HiRachael and just thought I would let you know what the latest is with me. I had been on 45 Mirt. for 6 days but last night I felt terrible and kept shivering. I saw my GP today and she thinks I shoiuld try Venlafaxine again. It worked for me for 10 years but stopped working in October 2012. After trying several SSRIs I asked if I could try The Venla\faxine again. It did work but only for 5 months. That was when I was prescribed the Mirtazapine. Only 15 mg at first and I felt fantastic for two months. I was then prescribed 30 mg and stayed on that for 8 weeks. Although I had some good days it didn't really do the trick. i ws then prescribed 45 mg but that certainly wasn't for me. Anyway I have now got to wean myself off the Mirtazapine for a week and then take the Ven. so watch this space!!
Aaron the posting to Rachael should also have said and Aaron.
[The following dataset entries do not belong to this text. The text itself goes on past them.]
/// The exergy balance.
#[derive(Clone, Copy, Debug, PartialEq, Serialize)]
#[cfg_attr(feature = "server", derive(ToSchema))]
pub struct ExergyReport {
    /// What enters.
    pub r#in: Figure,
    /// What leaves.
    pub out: Figure,
    /// Destruction T0 σ.
    pub destruction: Figure,
    /// In minus out minus destruction: what open balances of energy and matter carry.
    pub residual: Figure,
    /// Exergy spent, for what serves a purpose.
    #[serde(skip_serializing_if = "Option::is_none")]
    #[cfg_attr(feature = "server", schema(nullable = false))]
    pub fuel: Option<Figure>,
    /// Exergy wanted: fuel is product, loss, destruction and residual together.
    #[serde(skip_serializing_if = "Option::is_none")]
    #[cfg_attr(feature = "server", schema(nullable = false))]
    pub product: Option<Figure>,
    /// Exergy thrown away across the plant boundary.
    #[serde(skip_serializing_if = "Option::is_none")]
    #[cfg_attr(feature = "server", schema(nullable = false))]
    pub loss: Option<Figure>,
    /// Exergy taken from the surroundings at no cost.
    #[serde(skip_serializing_if = "Option::is_none")]
    #[cfg_attr(feature = "server", schema(nullable = false))]
    pub free: Option<Figure>,
    /// Product over fuel.
    #[serde(skip_serializing_if = "Option::is_none")]
    #[cfg_attr(feature = "server", schema(nullable = false))]
    pub efficiency: Option<Figure>,
    /// Why there is no efficiency.
    #[serde(skip_serializing_if = "Option::is_none")]
    #[cfg_attr(feature = "server", schema(nullable = false))]
    pub no_efficiency: Option<&'static str>,
}

/// The balances of a region.
#[derive(Clone, Debug, PartialEq, Serialize)]
#[cfg_attr(feature = "server", derive(ToSchema))]
pub struct RegionReport {
    /// Verdict over its tests of law.
    pub verdict: &'static str,
    /// Identically reversible.
    #[serde(skip_serializing_if = "std::ops::Not::not")]
    pub at_limit: bool,
    /// Mass.
    #[serde(skip_serializing_if = "Option::is_none")]
    #[cfg_attr(feature = "server", schema(nullable = false))]
    pub mass_balance: Option<BalanceReport>,
    /// Elements, where substances meet.
    #[serde(skip_serializing_if = "Named::is_empty")]
    pub element_balance: Named<BalanceReport>,
    /// Energy.
    #[serde(skip_serializing_if = "Option::is_none")]
    #[cfg_attr(feature = "server", schema(nullable = false))]
    pub energy_balance: Option<BalanceReport>,
    /// Entropy.
    #[serde(skip_serializing_if = "Option::is_none")]
    #[cfg_attr(feature = "server", schema(nullable = false))]
    pub entropy_balance: Option<EntropyReport>,
    /// Exergy.
    #[serde(skip_serializing_if = "Option::is_none")]
    #[cfg_attr(feature = "server", schema(nullable = false))]
    pub exergy_balance: Option<ExergyReport>,
    /// Efficiencies and the like.
    #[serde(skip_serializing_if = "Named::is_empty")]
    pub performance: Named<Figure>,
}

/// The plant: its balances, and where the exergy goes.
#[derive(Clone, Debug, PartialEq, Serialize)]
#[cfg_attr(feature = "server", derive(ToSchema))]
pub struct PlantReport {
    /// Its balances.
    #[serde(flatten)]
    pub region: RegionReport,
    /// Components by exergy destruction, largest first.
    pub ranking: Vec<RankEntry>,
    /// Figures of merit that were left out, and why.
    pub omitted: Vec<Omitted>,
}

/// A figure of merit that was left out.
#[derive(Clone, Debug, PartialEq, Eq, Serialize)]
#[cfg_attr(feature = "server", derive(ToSchema))]
pub struct Omitted {
    /// Its name.
    pub what: &'static str,
    /// Why, in a sentence.
    pub detail: String,
    /// What would make it possible.
    pub would_need: String,
}

/// One line of the ranking.
#[derive(Clone, Debug, PartialEq, Serialize)]
#[cfg_attr(feature = "server", derive(ToSchema))]
pub struct RankEntry {
    /// Component.
    pub component: String,
    /// Exergy destruction.
    pub destruction: Figure,
    /// Share of the destruction of all components.
    pub share: f64,
    /// Share of the plant's exergy fuel, where that is known.
    #[serde(skip_serializing_if = "Option::is_none")]
    #[cfg_attr(feature = "server", schema(nullable = false))]
    pub share_of_fuel: Option<f64>,
}

/// A component.
#[derive(Clone, Debug, PartialEq, Serialize)]
#[cfg_attr(feature = "server", derive(ToSchema))]
pub struct ComponentReport {
    /// Its kind.
    pub kind: &'static str,
    /// Whether the description implies it: the pipe of a flow with two ends.
    #[serde(skip_serializing_if = "std::ops::Not::not")]
    pub implied: bool,
    /// Its balances.
    #[serde(flatten)]
    pub region: RegionReport,
    /// What it holds before and after a batch.
    #[serde(skip_serializing_if = "Option::is_none")]
    #[cfg_attr(feature = "server", schema(nullable = false))]
    pub holdup: Option<HoldupReport>,
    /// Temperatures inside an exchanger.
    #[serde(skip_serializing_if = "Option::is_none")]
    #[cfg_attr(feature = "server", schema(nullable = false))]
    pub profile: Option<ProfileReport>,
    /// Entropy generation by its causes.
    #[serde(skip_serializing_if = "Named::is_empty")]
    pub decomposition: Named<Figure>,
}

/// What a component holds before and after a batch.
#[derive(Clone, Debug, Default, PartialEq, Serialize)]
#[cfg_attr(feature = "server", derive(ToSchema))]
pub struct HoldupReport {
    /// Before.
    pub initial: HeldReport,
    /// After.
    pub r#final: HeldReport,
    /// Work done at the moving boundary.
    #[serde(skip_serializing_if = "Option::is_none")]
    #[cfg_attr(feature = "server", schema(nullable = false))]
    pub boundary_work: Option<Figure>,
}

/// The contents of a component at one time.
#[derive(Clone, Debug, Default, PartialEq, Serialize)]
#[cfg_attr(feature = "server", derive(ToSchema))]
pub struct HeldReport {
    /// Mass, volume, internal energy and entropy on the datum of the balances, exergy, and the
    /// chemical part of the latter: totals, each only where every content has it.
    #[serde(flatten)]
    pub totals: Named<Figure>,
    /// Each content.
    pub contents: Vec<ContentReport>,
}

/// One content.
#[derive(Clone, Debug, Default, PartialEq, Serialize)]
#[cfg_attr(feature = "server", derive(ToSchema))]
pub struct ContentReport {
    /// Fluid.
    pub fluid: String,
    /// Phase.
    #[serde(skip_serializing_if = "Option::is_none")]
    #[cfg_attr(feature = "server", schema(nullable = false))]
    pub phase: Option<&'static str>,
    /// Mass, temperature, pressure, specific volume, internal energy, entropy, exergy.
    #[serde(flatten)]
    pub figures: Named<Figure>,
}

/// A flow.
#[derive(Clone, Debug, Default, PartialEq, Serialize)]
#[cfg_attr(feature = "server", derive(ToSchema))]
pub struct FlowReport {
    /// `material`, `heat`, `work` or `radiation`.
    pub kind: &'static str,
    /// The component it leaves.
    #[serde(skip_serializing_if = "Option::is_none")]
    #[cfg_attr(feature = "server", schema(nullable = false))]
    pub from: Option<String>,
    /// The component it enters.
    #[serde(skip_serializing_if = "Option::is_none")]
    #[cfg_attr(feature = "server", schema(nullable = false))]
    pub to: Option<String>,
    /// Where its amount comes from: `given`, `solved`, `assumed`, or `unknown` where it could not be
    /// solved for.
    pub origin: &'static str,
    /// Fluid.
    #[serde(skip_serializing_if = "Option::is_none")]
    #[cfg_attr(feature = "server", schema(nullable = false))]
    pub fluid: Option<String>,
    /// Form of work: `shaft` or `electric`.
    #[serde(skip_serializing_if = "Option::is_none")]
    #[cfg_attr(feature = "server", schema(nullable = false))]
    pub form: Option<&'static str>,
    /// Phase.
    #[serde(skip_serializing_if = "Option::is_none")]
    #[cfg_attr(feature = "server", schema(nullable = false))]
    pub phase: Option<&'static str>,
    /// Figures by name: amounts, properties, rate or power.
    #[serde(flatten)]
    pub figures: Named<Figure>,
    /// Specific exergy by its parts, and the total carried as `rate`.
    #[serde(skip_serializing_if = "Named::is_empty")]
    pub exergy: Named<Figure>,
}

/// An assumption.
#[derive(Clone, Debug, PartialEq, Eq, Serialize)]
#[cfg_attr(feature = "server", derive(ToSchema))]
pub struct AssumptionReport {
    /// JSON Pointer to what it is about.
    pub r#where: String,
    /// The assumption.
    pub statement: String,
}

/// Where the numbers come from.
#[derive(Clone, Debug, PartialEq, Serialize)]
#[cfg_attr(feature = "server", derive(ToSchema))]
pub struct Provenance {
    /// Name and version of the tool.
    pub tool: String,
    /// Edition of rules and defaults.
    pub edition: &'static str,
    /// SHA-256 of the description in canonical form.
    pub description_sha256: String,
    /// `rate` or `amount`.
    pub basis: &'static str,
    /// `metric`, `si` or `us`.
    pub units: &'static str,
    /// Property formulations by fluid.
    pub formulations: Named<Formulation>,
    /// Ambient temperature and pressure.
    pub environment: Named<Figure>,
    /// Chemical reference set.
    pub chemistry: &'static str,
    /// How verdicts were made.
    pub method: String,
}

/// One property formulation.
#[derive(Clone, Debug, PartialEq, Eq, Serialize)]
#[cfg_attr(feature = "server", derive(ToSchema))]
pub struct Formulation {
    /// Name.
    pub formulation: String,
    /// Citation.
    pub source: String,
    /// Range of validity.
    pub range: String,
}

impl Report {
    /// The report as JSON, without a final line break.
    pub fn to_json(&self) -> Vec<u8> {
        let mut out = Vec::with_capacity(16 * 1024);
        // A report holds no map with other than text keys, so this cannot fail.
        if serde_json::to_writer(&mut out, self).is_err() {
            out.clear();
        }
        out
    }
}

#[cfg(test)]
mod tests;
Hey Pat, ahh what a shame it didn't work out for your on mirtazapine. I'm 4weeks into 45mg now, and think it's starting to do the trick! I imagine I will have moments where I've changed my mind again but I'm willing to give it more time. I think time is a good healer for me, I'm quite upset how poorly I got, and no medication is going to rid me of that upset. I'm trying to keep busy and hopefully starting a new job soon- which I think will do me the world of good. I think I've just had a huuuuge confidence knock and need to build myself back up again. Good luck on your weaning off the mirt and hoping the venlafaxine works well again for you. Keep in touch
xx
Thanks Rachael. I was disappointed that the Mirtazapine didn't work but I I was feeling awful. As I said the Venlafaxine did work for 10 years but only worked for 5 months last time. so I was hoping the Mirt. would b a good replacement. I'll let you know how I get on but I hope the job works out and you keep well. Did you say you don't get depression. I have never had anxiety but I am sure it must be terrible
I did start to get depression as a result of dealing with the anxiety but it was probably quite mildly. Anxiety is very hard- especially generalised as you don't often know what you feel nervous and worried about. Imagine having a really scary interview to go to and how your tummy churns and your minds whirls...that's how you feel 24/7. Keeping busy helps
Thanks Pat. Good luck xxx
I also suffer anxiety more than depression and also intrusive thought from adulthood ocd, which causes the anxiety.
Sorry to hear you had to switch again Pat, must be a nightmare swapping meds.
I've done it once and I ached all over and felt crook for about about 7 days when I switched from setraline to mirtazapine.
I have decided to stick to the 30mg to until I have finished the box which will give me 4 weeks on the 30mg, should know whether I need the 37.5 or not by then, I hope.
Hey Aaron, Yes, good idea to wait it out a few more weeks first before deciding to up. I stayed at 30mg for 10weeks before upping as people had told me it can take 6-8weeks, so I wanted to be sure. I'm better on 45mg, but still having my moments, but I think it's more manageable and once I get myself back to work my confidence and mind will be in a better place
xx
Hi, ive been battling with this drug for a while. I have just had a trial of sertraline to see if it mifht be better. Sent me into massive anxiety and nausea, ended up discontinuing and back to mirtazapine. Every time imtry to increase dose drom 7.5 it starts the anxiety and agitation. The sleep i find is a bit helpful Ut just cannot raise the dosage, any ehlp out there?
Hi Rachel did you get any better on mirtazipine? I'm having some much trouble with it! I've increased to 30mg and it's been horrible for 6 days now
I was on Lustral, 50 mg , and it worked well for many years. Then at the beginning of this year it stopped working. I was put on 15mg Mirtazapine and for about 4months it worked like a dream. Felt real good inside. Then about 10 days ago it stopped working so I was put on 30 mgs but no success . It gives me a good 8/9 hours sleep but I wake in the morning feeling like hell. nervy, anxious, suicidal,etc. These feelings can last for the most of the day. Evenings are better.